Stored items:

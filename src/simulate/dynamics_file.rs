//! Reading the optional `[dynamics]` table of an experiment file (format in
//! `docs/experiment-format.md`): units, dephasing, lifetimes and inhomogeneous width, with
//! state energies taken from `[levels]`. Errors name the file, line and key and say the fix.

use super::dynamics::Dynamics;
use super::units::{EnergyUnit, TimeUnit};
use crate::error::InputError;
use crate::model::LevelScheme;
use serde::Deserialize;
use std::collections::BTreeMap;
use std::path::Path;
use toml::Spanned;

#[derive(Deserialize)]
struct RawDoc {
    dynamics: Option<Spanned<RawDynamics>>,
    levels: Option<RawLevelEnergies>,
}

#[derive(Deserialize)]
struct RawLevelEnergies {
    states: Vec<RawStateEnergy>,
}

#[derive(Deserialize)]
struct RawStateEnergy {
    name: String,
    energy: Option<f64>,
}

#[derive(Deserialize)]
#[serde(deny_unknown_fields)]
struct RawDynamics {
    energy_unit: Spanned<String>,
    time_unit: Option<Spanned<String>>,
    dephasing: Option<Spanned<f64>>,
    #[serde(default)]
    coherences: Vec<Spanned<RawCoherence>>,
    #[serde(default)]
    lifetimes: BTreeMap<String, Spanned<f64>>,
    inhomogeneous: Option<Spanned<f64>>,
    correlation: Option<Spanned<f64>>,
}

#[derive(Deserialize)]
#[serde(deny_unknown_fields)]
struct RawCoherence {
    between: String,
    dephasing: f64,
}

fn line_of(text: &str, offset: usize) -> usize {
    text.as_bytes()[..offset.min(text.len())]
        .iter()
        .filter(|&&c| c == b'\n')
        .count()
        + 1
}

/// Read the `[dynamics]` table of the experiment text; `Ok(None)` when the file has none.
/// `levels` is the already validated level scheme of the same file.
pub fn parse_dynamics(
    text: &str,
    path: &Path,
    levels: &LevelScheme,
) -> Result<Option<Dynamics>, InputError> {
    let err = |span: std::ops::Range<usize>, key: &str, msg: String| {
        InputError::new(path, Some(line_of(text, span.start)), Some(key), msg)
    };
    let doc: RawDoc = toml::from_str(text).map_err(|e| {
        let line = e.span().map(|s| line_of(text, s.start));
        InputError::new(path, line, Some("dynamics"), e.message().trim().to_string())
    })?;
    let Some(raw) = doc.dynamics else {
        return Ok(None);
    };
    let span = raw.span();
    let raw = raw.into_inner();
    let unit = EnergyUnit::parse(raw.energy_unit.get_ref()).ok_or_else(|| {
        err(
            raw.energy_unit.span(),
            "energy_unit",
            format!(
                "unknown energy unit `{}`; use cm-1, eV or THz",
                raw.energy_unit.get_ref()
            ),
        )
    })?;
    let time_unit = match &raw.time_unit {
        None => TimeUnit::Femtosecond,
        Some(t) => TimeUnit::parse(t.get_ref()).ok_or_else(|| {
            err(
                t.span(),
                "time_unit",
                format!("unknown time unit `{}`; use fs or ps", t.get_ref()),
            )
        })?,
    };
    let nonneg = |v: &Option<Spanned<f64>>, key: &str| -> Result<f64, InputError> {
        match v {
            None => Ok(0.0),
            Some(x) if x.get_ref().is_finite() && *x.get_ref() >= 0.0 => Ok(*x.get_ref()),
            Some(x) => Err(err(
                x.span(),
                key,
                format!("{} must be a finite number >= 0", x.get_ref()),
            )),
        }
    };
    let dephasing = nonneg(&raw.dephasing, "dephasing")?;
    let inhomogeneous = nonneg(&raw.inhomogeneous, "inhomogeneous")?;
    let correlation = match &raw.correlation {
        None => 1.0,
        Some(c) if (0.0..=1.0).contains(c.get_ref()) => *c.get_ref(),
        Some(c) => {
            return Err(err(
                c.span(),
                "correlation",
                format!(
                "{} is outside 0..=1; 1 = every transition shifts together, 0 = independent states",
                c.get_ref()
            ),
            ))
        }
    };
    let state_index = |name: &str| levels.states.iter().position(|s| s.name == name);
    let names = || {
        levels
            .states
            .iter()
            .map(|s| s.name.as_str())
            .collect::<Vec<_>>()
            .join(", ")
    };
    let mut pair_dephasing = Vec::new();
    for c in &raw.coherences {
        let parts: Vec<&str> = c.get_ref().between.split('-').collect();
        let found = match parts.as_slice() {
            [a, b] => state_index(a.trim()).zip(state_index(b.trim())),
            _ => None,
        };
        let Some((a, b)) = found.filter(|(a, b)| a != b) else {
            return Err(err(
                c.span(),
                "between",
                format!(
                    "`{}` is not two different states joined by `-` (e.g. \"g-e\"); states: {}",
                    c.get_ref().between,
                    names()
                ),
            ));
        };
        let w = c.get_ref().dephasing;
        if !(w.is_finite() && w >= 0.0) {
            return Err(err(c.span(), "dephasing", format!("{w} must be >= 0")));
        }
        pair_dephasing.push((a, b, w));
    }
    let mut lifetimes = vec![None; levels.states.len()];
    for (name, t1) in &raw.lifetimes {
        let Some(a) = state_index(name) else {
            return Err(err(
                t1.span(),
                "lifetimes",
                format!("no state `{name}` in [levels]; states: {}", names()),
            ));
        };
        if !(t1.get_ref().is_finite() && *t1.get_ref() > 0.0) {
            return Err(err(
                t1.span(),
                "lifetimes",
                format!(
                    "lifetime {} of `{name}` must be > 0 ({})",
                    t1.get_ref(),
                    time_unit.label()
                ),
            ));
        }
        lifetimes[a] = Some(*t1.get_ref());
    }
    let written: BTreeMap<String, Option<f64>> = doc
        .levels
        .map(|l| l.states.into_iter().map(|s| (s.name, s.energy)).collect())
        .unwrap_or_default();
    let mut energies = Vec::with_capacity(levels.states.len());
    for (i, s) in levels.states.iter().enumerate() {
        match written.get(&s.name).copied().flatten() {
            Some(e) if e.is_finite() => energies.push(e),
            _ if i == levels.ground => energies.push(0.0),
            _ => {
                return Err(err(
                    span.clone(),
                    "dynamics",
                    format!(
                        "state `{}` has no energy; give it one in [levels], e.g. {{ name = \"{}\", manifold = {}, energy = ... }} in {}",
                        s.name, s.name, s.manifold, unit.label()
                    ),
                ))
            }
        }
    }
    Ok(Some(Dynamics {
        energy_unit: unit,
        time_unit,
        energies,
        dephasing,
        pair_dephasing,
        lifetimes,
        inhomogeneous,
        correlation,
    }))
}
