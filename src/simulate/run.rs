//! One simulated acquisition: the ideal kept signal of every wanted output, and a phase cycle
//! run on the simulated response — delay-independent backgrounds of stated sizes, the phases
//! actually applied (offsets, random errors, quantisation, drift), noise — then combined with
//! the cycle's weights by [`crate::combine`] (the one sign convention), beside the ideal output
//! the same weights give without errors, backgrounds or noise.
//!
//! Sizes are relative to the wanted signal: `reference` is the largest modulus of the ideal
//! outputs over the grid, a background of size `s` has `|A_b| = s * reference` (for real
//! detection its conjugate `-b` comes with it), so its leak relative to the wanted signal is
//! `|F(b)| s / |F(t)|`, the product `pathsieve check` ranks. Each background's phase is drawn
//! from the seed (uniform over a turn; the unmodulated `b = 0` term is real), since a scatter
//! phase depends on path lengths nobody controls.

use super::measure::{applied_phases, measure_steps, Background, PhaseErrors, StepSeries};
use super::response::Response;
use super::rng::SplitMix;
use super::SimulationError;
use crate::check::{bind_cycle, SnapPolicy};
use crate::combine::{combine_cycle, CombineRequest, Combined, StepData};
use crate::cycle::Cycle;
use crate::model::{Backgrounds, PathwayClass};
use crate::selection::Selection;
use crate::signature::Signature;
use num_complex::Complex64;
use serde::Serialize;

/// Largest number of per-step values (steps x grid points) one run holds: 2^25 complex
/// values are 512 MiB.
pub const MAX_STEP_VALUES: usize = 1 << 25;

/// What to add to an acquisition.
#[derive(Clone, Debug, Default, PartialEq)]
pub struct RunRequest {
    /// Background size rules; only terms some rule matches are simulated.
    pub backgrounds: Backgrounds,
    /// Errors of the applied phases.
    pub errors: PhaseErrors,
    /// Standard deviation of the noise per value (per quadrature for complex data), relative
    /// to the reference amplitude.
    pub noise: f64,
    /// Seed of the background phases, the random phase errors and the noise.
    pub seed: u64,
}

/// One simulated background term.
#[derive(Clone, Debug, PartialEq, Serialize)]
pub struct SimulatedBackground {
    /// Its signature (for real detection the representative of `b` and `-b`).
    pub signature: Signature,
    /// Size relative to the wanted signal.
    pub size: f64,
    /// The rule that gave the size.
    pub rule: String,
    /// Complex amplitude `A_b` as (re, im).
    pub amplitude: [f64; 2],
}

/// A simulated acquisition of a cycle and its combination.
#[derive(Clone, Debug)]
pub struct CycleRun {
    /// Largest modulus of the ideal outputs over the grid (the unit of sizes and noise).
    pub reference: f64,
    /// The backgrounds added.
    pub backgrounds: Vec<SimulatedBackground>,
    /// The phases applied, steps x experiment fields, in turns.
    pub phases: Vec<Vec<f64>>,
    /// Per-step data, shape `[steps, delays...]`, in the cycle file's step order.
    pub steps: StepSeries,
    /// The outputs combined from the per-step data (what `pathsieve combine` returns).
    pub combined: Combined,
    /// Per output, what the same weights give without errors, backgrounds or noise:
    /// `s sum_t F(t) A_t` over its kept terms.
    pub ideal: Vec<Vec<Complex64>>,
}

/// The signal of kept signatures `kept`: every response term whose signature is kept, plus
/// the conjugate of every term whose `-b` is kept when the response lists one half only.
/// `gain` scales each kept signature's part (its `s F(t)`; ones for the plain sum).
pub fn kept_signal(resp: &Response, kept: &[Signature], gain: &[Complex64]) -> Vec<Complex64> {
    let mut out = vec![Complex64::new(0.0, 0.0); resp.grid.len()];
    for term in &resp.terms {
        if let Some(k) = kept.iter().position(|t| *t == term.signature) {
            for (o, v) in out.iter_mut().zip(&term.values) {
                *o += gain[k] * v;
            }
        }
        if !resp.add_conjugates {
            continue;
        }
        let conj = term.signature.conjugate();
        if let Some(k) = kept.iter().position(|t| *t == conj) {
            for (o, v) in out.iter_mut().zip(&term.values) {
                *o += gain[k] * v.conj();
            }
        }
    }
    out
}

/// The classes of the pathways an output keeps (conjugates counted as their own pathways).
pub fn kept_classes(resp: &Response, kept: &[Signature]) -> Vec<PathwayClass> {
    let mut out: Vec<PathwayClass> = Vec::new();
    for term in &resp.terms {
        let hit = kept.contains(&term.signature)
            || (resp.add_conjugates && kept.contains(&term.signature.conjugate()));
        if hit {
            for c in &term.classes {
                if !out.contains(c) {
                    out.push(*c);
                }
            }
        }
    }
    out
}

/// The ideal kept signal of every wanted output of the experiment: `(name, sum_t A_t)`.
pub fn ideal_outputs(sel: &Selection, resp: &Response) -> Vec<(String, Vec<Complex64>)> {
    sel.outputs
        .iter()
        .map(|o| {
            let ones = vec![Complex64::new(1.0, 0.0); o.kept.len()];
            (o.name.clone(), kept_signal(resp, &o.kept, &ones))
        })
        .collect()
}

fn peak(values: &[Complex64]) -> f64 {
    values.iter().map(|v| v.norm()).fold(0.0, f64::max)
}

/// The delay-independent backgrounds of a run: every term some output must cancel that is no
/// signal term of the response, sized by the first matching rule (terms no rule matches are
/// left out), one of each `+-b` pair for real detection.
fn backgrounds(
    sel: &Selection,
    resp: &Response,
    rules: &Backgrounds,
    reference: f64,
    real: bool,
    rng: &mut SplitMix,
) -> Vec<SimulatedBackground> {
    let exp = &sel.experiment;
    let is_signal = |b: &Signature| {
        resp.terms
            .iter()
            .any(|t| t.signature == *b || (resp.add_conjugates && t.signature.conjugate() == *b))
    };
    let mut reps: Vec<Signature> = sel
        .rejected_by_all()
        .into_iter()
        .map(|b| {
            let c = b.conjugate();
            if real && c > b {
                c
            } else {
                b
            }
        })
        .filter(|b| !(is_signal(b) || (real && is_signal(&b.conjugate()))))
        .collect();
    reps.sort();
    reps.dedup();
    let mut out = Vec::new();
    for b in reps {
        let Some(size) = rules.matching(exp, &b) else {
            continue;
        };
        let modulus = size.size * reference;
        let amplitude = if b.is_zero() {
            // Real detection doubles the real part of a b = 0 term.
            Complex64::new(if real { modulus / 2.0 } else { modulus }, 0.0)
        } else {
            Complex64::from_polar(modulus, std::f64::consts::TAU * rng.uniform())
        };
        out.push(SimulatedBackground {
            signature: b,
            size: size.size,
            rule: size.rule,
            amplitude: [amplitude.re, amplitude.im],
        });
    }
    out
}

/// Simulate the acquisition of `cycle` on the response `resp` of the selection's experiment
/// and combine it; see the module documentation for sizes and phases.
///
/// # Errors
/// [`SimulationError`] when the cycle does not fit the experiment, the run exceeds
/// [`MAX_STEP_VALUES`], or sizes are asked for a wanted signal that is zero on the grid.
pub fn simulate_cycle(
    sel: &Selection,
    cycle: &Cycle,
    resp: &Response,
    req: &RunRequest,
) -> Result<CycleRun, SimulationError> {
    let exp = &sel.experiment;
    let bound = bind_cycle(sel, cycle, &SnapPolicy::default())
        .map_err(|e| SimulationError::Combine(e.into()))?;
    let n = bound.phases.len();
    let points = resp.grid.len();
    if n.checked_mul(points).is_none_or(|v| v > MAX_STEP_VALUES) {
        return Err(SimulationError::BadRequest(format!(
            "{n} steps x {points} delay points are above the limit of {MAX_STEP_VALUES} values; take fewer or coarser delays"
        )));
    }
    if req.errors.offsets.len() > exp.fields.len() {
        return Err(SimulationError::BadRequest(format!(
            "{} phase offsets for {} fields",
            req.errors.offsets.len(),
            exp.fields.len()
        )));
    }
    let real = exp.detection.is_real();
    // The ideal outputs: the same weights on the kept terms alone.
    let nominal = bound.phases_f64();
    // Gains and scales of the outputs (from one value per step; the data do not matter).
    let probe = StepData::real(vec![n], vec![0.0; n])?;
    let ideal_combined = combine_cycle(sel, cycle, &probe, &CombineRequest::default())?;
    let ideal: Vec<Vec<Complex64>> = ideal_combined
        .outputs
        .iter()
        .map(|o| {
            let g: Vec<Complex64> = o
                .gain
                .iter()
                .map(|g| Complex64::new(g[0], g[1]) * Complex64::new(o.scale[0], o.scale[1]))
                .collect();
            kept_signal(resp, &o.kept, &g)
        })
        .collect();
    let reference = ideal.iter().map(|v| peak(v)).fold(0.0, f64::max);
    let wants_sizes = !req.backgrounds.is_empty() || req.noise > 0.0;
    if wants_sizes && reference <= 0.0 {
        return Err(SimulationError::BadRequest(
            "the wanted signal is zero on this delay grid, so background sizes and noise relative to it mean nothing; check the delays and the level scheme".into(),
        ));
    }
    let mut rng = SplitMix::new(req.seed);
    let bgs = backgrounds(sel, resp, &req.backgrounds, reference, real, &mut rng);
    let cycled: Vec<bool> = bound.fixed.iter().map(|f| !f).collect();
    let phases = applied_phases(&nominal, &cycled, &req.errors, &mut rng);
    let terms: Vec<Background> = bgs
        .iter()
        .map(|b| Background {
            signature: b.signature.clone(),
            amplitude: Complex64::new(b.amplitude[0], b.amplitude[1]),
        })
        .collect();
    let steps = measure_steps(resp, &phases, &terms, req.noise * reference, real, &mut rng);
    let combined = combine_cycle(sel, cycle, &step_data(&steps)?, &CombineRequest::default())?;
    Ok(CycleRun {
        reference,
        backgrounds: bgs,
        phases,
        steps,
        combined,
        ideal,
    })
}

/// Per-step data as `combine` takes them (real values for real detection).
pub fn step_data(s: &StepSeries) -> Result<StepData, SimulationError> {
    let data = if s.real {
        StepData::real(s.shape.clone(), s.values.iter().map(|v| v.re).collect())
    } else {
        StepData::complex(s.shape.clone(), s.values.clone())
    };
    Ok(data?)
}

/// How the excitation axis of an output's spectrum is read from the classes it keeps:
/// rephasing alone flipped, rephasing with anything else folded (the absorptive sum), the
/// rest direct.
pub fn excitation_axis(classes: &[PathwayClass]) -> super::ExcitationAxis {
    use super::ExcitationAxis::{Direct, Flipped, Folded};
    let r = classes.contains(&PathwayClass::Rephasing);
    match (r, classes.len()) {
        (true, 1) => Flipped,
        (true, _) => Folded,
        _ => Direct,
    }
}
* * *
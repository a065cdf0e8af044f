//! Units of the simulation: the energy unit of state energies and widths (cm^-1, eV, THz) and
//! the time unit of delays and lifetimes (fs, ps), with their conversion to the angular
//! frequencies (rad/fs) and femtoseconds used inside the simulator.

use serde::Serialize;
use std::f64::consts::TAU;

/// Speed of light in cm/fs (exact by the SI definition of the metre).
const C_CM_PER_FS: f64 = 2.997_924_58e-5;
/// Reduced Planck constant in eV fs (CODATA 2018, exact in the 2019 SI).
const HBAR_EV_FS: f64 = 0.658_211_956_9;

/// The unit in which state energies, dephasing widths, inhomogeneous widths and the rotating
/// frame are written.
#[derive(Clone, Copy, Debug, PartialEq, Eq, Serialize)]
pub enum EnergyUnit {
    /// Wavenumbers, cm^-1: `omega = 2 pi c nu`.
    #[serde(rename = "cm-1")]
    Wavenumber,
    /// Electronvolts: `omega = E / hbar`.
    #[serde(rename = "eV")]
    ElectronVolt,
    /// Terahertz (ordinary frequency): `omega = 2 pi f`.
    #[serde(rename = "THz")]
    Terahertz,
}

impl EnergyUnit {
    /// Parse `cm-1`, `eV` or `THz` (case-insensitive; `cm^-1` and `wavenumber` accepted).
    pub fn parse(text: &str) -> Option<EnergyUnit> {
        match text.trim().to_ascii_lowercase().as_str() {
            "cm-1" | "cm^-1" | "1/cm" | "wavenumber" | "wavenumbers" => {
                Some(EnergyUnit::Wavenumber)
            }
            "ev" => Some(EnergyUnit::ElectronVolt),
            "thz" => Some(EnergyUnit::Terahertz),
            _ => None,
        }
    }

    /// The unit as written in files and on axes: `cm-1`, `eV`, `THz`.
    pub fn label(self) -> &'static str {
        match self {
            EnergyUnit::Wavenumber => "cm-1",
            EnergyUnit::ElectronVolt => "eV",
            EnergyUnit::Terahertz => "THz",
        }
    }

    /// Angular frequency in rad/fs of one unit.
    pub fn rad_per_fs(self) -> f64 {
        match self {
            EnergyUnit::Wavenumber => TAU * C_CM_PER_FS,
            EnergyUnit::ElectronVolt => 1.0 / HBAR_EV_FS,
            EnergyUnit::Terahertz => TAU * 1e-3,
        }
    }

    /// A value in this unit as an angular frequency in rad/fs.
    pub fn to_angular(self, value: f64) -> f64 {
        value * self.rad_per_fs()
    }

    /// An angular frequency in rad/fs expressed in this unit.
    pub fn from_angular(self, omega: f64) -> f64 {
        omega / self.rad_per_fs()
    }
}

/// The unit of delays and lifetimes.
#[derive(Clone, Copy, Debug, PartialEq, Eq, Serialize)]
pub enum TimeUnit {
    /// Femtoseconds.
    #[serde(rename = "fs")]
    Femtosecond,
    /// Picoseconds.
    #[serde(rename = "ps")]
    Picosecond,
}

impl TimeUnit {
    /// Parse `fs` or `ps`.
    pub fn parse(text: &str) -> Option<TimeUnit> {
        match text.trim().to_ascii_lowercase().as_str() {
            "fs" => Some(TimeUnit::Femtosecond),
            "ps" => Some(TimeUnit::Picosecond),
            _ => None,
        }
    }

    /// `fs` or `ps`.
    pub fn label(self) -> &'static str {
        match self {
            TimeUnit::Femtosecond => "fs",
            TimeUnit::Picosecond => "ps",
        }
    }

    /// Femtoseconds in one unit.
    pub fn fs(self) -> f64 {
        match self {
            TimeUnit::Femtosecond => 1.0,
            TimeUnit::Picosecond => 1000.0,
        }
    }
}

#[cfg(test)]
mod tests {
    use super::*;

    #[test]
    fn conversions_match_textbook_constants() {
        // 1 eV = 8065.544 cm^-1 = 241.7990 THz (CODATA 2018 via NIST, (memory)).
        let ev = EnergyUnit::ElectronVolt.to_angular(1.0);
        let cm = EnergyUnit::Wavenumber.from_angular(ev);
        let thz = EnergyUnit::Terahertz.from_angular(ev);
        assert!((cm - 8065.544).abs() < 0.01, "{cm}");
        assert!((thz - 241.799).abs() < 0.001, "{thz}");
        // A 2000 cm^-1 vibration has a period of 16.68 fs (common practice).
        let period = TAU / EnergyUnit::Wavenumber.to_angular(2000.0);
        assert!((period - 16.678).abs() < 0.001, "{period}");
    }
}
==
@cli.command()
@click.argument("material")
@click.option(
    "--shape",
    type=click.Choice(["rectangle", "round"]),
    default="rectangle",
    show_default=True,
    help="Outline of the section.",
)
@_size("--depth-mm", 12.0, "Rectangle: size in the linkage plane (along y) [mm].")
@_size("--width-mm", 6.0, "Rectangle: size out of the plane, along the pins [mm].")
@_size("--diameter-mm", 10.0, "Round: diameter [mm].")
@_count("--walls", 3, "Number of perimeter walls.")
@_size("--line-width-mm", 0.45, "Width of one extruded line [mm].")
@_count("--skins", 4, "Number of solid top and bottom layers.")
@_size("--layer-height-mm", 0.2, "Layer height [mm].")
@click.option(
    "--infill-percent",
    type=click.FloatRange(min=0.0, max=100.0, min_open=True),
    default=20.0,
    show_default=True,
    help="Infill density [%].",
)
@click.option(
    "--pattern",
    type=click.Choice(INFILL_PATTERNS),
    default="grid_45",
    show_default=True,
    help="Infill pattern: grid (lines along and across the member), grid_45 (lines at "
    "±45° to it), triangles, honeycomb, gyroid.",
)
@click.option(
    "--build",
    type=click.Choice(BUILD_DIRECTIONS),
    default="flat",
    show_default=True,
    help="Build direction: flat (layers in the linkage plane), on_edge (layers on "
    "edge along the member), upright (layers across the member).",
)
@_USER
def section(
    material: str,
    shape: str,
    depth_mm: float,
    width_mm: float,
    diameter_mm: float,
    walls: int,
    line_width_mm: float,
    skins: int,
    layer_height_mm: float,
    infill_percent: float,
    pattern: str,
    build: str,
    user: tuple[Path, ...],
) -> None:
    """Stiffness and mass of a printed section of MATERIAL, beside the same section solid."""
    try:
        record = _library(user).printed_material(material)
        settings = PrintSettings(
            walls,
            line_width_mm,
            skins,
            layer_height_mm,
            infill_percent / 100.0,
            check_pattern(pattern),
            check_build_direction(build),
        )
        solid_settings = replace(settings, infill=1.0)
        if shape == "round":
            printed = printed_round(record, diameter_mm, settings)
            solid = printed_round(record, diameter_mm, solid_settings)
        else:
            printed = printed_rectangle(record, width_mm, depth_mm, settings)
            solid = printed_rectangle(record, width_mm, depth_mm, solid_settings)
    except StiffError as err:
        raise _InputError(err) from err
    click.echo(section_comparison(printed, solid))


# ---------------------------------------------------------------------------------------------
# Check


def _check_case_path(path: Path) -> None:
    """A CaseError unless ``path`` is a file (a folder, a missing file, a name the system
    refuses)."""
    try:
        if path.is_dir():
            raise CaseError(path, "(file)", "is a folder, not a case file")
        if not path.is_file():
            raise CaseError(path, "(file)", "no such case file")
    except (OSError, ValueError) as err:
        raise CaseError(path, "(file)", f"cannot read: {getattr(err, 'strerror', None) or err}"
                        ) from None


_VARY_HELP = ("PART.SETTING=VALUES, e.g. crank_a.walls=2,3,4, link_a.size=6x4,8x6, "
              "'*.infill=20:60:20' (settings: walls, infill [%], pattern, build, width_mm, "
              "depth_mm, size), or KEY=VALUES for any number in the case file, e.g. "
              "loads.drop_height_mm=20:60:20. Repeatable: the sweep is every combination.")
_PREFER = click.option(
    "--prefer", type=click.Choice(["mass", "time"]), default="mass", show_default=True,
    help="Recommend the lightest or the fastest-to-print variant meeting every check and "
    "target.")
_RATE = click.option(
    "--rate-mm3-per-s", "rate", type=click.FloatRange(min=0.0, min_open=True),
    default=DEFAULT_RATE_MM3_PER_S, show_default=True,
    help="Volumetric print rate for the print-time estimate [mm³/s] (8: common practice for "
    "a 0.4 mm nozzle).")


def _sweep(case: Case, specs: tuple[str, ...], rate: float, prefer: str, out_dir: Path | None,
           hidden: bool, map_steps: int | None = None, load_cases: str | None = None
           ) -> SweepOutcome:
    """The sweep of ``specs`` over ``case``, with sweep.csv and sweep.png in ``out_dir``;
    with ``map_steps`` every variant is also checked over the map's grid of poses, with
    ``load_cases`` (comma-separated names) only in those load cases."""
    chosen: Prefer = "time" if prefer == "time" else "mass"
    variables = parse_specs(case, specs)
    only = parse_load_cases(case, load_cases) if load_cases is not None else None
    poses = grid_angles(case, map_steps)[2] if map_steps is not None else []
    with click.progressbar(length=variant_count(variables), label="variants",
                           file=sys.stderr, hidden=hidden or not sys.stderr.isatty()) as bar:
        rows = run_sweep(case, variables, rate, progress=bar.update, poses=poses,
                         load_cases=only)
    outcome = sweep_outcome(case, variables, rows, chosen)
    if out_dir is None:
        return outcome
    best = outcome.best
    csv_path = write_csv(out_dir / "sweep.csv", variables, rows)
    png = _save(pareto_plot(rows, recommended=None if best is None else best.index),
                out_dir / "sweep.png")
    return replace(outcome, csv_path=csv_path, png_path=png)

#### WHAT YOU HAVE TO DO
Using the entries above, repeat only the lines from the one containing "if !(w.is_finite() &&" through the one containing "Some(e) if e.is_finite()", end lines included.

#### RESPONSE AREA
        if !(w.is_finite() && w >= 0.0) {
            return Err(err(c.span(), "dephasing", format!("{w} must be >= 0")));
        }
        pair_dephasing.push((a, b, w));
    }
    let mut lifetimes = vec![None; levels.states.len()];
    for (name, t1) in &raw.lifetimes {
        let Some(a) = state_index(name) else {
            return Err(err(
                t1.span(),
                "lifetimes",
                format!("no state `{name}` in [levels]; states: {}", names()),
            ));
        };
        if !(t1.get_ref().is_finite() && *t1.get_ref() > 0.0) {
            return Err(err(
                t1.span(),
                "lifetimes",
                format!(
                    "lifetime {} of `{name}` must be > 0 ({})",
                    t1.get_ref(),
                    time_unit.label()
                ),
            ));
        }
        lifetimes[a] = Some(*t1.get_ref());
    }
    let written: BTreeMap<String, Option<f64>> = doc
        .levels
        .map(|l| l.states.into_iter().map(|s| (s.name, s.energy)).collect())
        .unwrap_or_default();
    let mut energies = Vec::with_capacity(levels.states.len());
    for (i, s) in levels.states.iter().enumerate() {
        match written.get(&s.name).copied().flatten() {
            Some(e) if e.is_finite() => energies.push(e),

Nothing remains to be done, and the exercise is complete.